EXERCISE BRIEF ->
Search the material below for lines containing the string "beforeAll", and copy every one you find.

GIVEN RECORDS ->
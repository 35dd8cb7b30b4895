/**
 * Security over real HTTP, against the built server (the origin check, the
 * headers and `.data` requests exist only there): the access matrix generated
 * from app/routes.ts, cross-origin posts, headers, and a fuzz of parameters
 * and form bodies.
 */
import { readFileSync } from "node:fs";
import { sql } from "drizzle-orm";
import fc from "fast-check";
import { beforeAll, describe, expect, it } from "vitest";
import { db } from "~/.server/db/client";
import { products } from "~/.server/db/schema";
import { type Area, AREA_ROLES, type RoleName } from "~/lib/roles";
import routeConfig from "../../app/routes";
import { createCompany, createMember, type FixtureMember } from "../fixtures/company";
import { createRouteBook } from "../fixtures/route-book";
import { BROWSER_TEST_URL } from "../fixtures/server";

// ---------------------------------------------------------------- routes, from the route config

type ConfigEntry = {
  file: string;
  path?: string;
  index?: boolean;
  children?: ConfigEntry[];
};
type Leaf = {
  file: string;
  path: string;
  layout: boolean;
  hasLoader: boolean;
  hasAction: boolean;
  resource: boolean;
};

function leaves(entries: readonly ConfigEntry[], parent = ""): Leaf[] {
  return entries.flatMap((entry) => {
    const path = entry.path
      ? `${parent}/${entry.path}`.replace(/\/+/g, "/")
      : parent || "/";
    const source = readFileSync(`app/${entry.file}`, "utf8");
    const leaf: Leaf = {
      file: entry.file,
      path,
      layout: Boolean(entry.children),
      hasLoader: /export (async )?function loader\b|export const loader\b/.test(
        source,
      ),
      hasAction: /export (async )?function action\b|export const action\b/.test(
        source,
      ),
      resource: !/export default/.test(source),
    };
    return [
      leaf,
      ...(entry.children
        ? leaves(entry.children, entry.path ? path : parent)
        : []),
    ];
  });
}

const ROUTES = leaves(routeConfig as unknown as ConfigEntry[]);

/** What each route file is: who may open it, and which object its URL names. */
type Target = "list" | "poolA" | "sourceA" | "routeA" | "productA" | "absent";
type Spec =
  | { kind: "public" }
  | { kind: "layout" }
  | { kind: "sign-out" }
  | { kind: "auth-api" }
  | {
      kind: "area";
      area: Area;
      target: Target;
      postOnly?: boolean;
      actionArea?: Area;
    };

const area = (
  a: Area,
  target: Target = "list",
  extra: { postOnly?: boolean; actionArea?: Area } = {},
): Spec => ({
  kind: "area",
  area: a,
  target,
  ...extra,
});

const SPECS: Record<string, Spec> = {
  "routes/sign-in.tsx": { kind: "public" },
  "routes/sign-out.tsx": { kind: "sign-out" },
  "routes/invite.$token.tsx": { kind: "public" },
  "routes/forgot-password.tsx": { kind: "public" },
  "routes/reset-password.tsx": { kind: "public" },
  "routes/unsubscribe.$token.tsx": { kind: "public" },
  "routes/app-layout.tsx": { kind: "layout" },
  "routes/api-layout.ts": { kind: "layout" },
  "routes/_index.tsx": area("home"),
  "routes/team.tsx": area("team"),
  "routes/settings.tsx": area("settings"),
  "routes/visit.tsx": area("visit"),
  "routes/visit.$poolId.tsx": area("visit", "poolA"),
  "routes/pools.tsx": area("pools"),
  "routes/pools.new.tsx": area("routebookEdit"),
  "routes/pools.$poolId.tsx": area("pools", "poolA"),
  "routes/pools.$poolId.edit.tsx": area("routebookEdit", "poolA"),
  "routes/routes.tsx": area("routebook"),
  "routes/routes.new.tsx": area("routebookEdit"),
  "routes/routes.$routeId.edit.tsx": area("routebookEdit", "routeA"),
  "routes/sources.tsx": area("routebook"),
  "routes/sources.new.tsx": area("routebookEdit"),
  "routes/sources.health.tsx": area("sources"),
  "routes/sources.$sourceId.tsx": area("routebook", "sourceA", {
    actionArea: "routebookEdit",
  }), // logging a source test edits
  "routes/sources.$sourceId.edit.tsx": area("routebookEdit", "sourceA"),
  "routes/products.tsx": area("routebook"),
  "routes/products.new.tsx": area("routebookEdit"),
  "routes/products.$productId.edit.tsx": area("routebookEdit", "productA"),
  "routes/overview.tsx": area("overview"),
  "routes/risk.tsx": area("risk"),
  "routes/recurring.tsx": area("recurring"),
  "routes/outcomes.tsx": area("outcomes"),
  "routes/outlook.tsx": area("outlook"),
  "routes/imports.tsx": area("imports"),
  "routes/imports.new.tsx": area("imports"),
  "routes/imports.$uploadId.tsx": area("imports", "absent"),
  "routes/exports.tsx": area("exports"),
  "routes/team.invitations.tsx": area("team", "list", { postOnly: true }),
  "routes/mailbox.tsx": area("mailbox"),
  "routes/mailbox.$messageId.tsx": area("mailbox", "absent"),
  "routes/api.auth.$.ts": { kind: "auth-api" },
  "routes/api.summary.ts": area("home"),
  "routes/api.pools.$poolId.ts": area("pools", "poolA"),
  "routes/api.analytics.summary.ts": area("overview"),
  "routes/api.analytics.trend.ts": area("overview"),
  "routes/api.analytics.groups.ts": area("risk"),
  "routes/api.analytics.recurring.ts": area("recurring"),
  "routes/api.analytics.alerts.ts": area("sources"),
  "routes/api.analytics.sources.ts": area("sources"),
  "routes/api.analytics.outcomes.ts": area("outcomes"),
  "routes/api.analytics.ahead.ts": area("outlook"),
  "routes/api.analytics.pools.$poolId.series.ts": area("pools", "poolA"),
  "routes/api.analytics.pools.$poolId.evidence.ts": area("pools", "poolA"),
  "routes/api.imports.uploads.ts": area("imports", "list", { postOnly: true }),
  "routes/api.imports.$uploadId.ts": area("imports", "absent"),
  "routes/api.imports.$uploadId.refused[.csv].ts": area("imports", "absent"),
  "routes/api.exports.$dataset.ts": area("exports"),
};

// ---------------------------------------------------------------- two companies, with marker strings

type Who =
  "anonymous" | RoleName | "technician-off-route" | "other-company-owner";
const IDENTITIES: Who[] = [
  "anonymous",
  "owner",
  "manager",
  "technician",
  "analyst",
  "technician-off-route",
  "other-company-owner",
];

const A = {
  company: "Alphamarker Care",
  street: "1 Alphamarker Lane",
  well: "Alphamarker well",
  route: "Alphamarker loop",
  product: "Alphamarker pad",
};
const B = {
  company: "Betamarker Care",
  street: "2 Betamarker Lane",
  well: "Betamarker well",
  route: "Betamarker loop",
};
const ids = { poolA: 0, sourceA: 0, routeA: 0, productA: 0 };
const members = new Map<Who, FixtureMember | null>();

/** Strings a response to this identity must never carry. */
function hiddenFrom(who: Who): string[] {
  const a = Object.values(A);
  const b = Object.values(B);
  if (who === "anonymous") return [...a, ...b];
  if (who === "other-company-owner") return a;
  if (who === "technician-off-route") return [...b, A.street, A.well, A.route];
  return b;
}

beforeAll(async () => {
  const a = await createRouteBook({
    company: A.company,
    routes: { main: A.route, second: { name: "Second loop", weekdays: "2" } },
    sources: { well: { name: A.well, kind: "shared_well" } },
    pools: {
      main: { route: "main", accountCode: "AM-1", street: A.street, source: "well" },
      second: { route: "second", accountCode: "AM-2", street: "3 Quiet Close" },
    },
    members: {
      owner: "owner",
      manager: "manager",
      analyst: "analyst",
      technician: { role: "technician", routes: ["main"] },
      offRoute: { role: "technician", routes: ["second"] },
    },
  });
  ids.routeA = a.route.main;
  ids.sourceA = a.source.well;
  ids.poolA = a.pool.main;
  const [product] = await db()
    .insert(products)
    .values({ companyId: a.companyId, name: A.product, category: "sequestrant" })
    .$returningId();
  ids.productA = product!.id;

  const b = await createRouteBook({
    company: B.company,
    routes: { main: B.route },
    sources: { well: { name: B.well, kind: "shared_well" } },
    pools: { main: { route: "main", accountCode: "BM-1", street: B.street, source: "well" } },
    members: { owner: "owner" },
  });

  members.set("anonymous", null);
  for (const role of ["owner", "manager", "analyst", "technician"] as const)
    members.set(role, a.member[role]);
  members.set("technician-off-route", a.member.offRoute);
  members.set("other-company-owner", b.member.owner);
});

// ---------------------------------------------------------------- requests

function urlOf(leaf: Leaf, spec: Spec): string {
  const target = spec.kind === "area" ? spec.target : "list";
  const value = (name: string): string => {
    if (name === "*") return "get-session";
    if (name === "dataset") return "pools.csv";
    if (name === "token") return "x".repeat(32);
    if (name === "uploadId") return "00000000-0000-4000-8000-000000000000";
    if (target === "absent") return "999999999";
    if (name === "poolId") return String(ids.poolA);
    if (name === "sourceId") return String(ids.sourceA);
    if (name === "routeId") return String(ids.routeA);
    if (name === "productId") return String(ids.productA);
    return "999999999";
  };
  return leaf.path.replace(/:(\w+)|\*/g, (whole, name: string | undefined) =>
    value(name ?? "*"),
  );
}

TASK RESULT ->
import { beforeAll, describe, expect, it } from "vitest";
beforeAll(async () => {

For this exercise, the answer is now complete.